▶ **DATA TO PROCESS**
::::::
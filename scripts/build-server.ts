/**
 * Bundles the server (with its migrations) into `dist/server/main.mjs` for `npm start`: plain
 * Node then runs it, without a TypeScript loader in memory. npm packages stay external.
 */
import path from 'node:path';
import { build } from 'esbuild';

export const SERVER_BUNDLE = 'dist/server/main.mjs';
/** The worker process's bundle (server/worker.ts): `npm start` runs it for the drawing kinds (`DRAW_APART`). */
export const WORKER_BUNDLE = 'dist/server/worker.mjs';

/**
 * Node's flags for the server process `npm start` runs (the upload-memory benchmark starts it the same way):
 * - a young generation of 4 MB semi-spaces instead of 16: V8 then holds about 24 MB less heap, and the
 *   64 KB buffers a streaming upload arrives in are collected every few MB instead of piling up. 2 MB
 *   saved a little more but doubled the server's CPU per uploaded MB; 4 MB costs none measurably
 *   (README "Performance");
 * - `--expose-gc`: after a burst of drawing (stills, summaries) the worker runs one full collection,
 *   so what the drawing left goes at once (`releaseDrawingMemory` in server/render/fonts.ts).
 * No `--enable-source-maps`: Node parses the bundle's whole source map into memory at start-up (about
 * 25 MB held for good); the bundle is not minified and each module in it starts with its source path,
 * so a stack trace still reads. Set `NODE_OPTIONS=--enable-source-maps` to see TypeScript positions.
 */
export const SERVER_NODE_ARGS: readonly string[] = ['--max-semi-space-size=4', '--expose-gc'];

/**
 * The C library's allocator settings for the server process (the environment's own values win): two
 * arenas rather than one per thread that ever allocated (Skia's and libuv's threads each kept theirs),
 * and buffers of 128 KB or more always mapped on their own, so freeing one (a drawn picture, a video
 * frame) gives the memory back to the system rather than leaving a hole in the heap.
 */
export const SERVER_ENV: Readonly<Record<string, string>> = { MALLOC_ARENA_MAX: '2', MALLOC_MMAP_THRESHOLD_: '131072' };

/**
 * Bundles the server sources under `root` (this tree by default; a benchmark passes an earlier
 * revision's exported sources) into `outdir`.
 */
export async function buildServer(root = '.', outdir = 'dist/server'): Promise<void> {
  await build({
    // The picture worker runs in its own thread and is loaded from beside main.mjs (and worker.mjs).
    entryPoints: {
      main: path.join(root, 'server/main.ts'),
      worker: path.join(root, 'server/worker.ts'),
      'picture-worker': path.join(root, 'server/pictures/picture-worker.ts'),
    },
    outdir,
    outExtension: { '.js': '.mjs' },
    bundle: true,
    platform: 'node',
    format: 'esm',
    target: 'node20',
    packages: 'external',
    sourcemap: 'linked',
    sourcesContent: false,
    logLevel: 'warning',
  });
}

if (import.meta.url === `file://${process.argv[1]}`) {
  await buildServer();
  console.log(`built ${SERVER_BUNDLE}`);
}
::::::
▶ **WHAT TO PRODUCE**
Return every line of the listing above that contains "worker".

▶ **TASK ANSWER**
/** The worker process's bundle (server/worker.ts): `npm start` runs it for the drawing kinds (`DRAW_APART`). */
export const WORKER_BUNDLE = 'dist/server/worker.mjs';
 * - `--expose-gc`: after a burst of drawing (stills, summaries) the worker runs one full collection,
    // The picture worker runs in its own thread and is loaded from beside main.mjs (and worker.mjs).
      worker: path.join(root, 'server/worker.ts'),
      'picture-worker': path.join(root, 'server/pictures/picture-worker.ts'),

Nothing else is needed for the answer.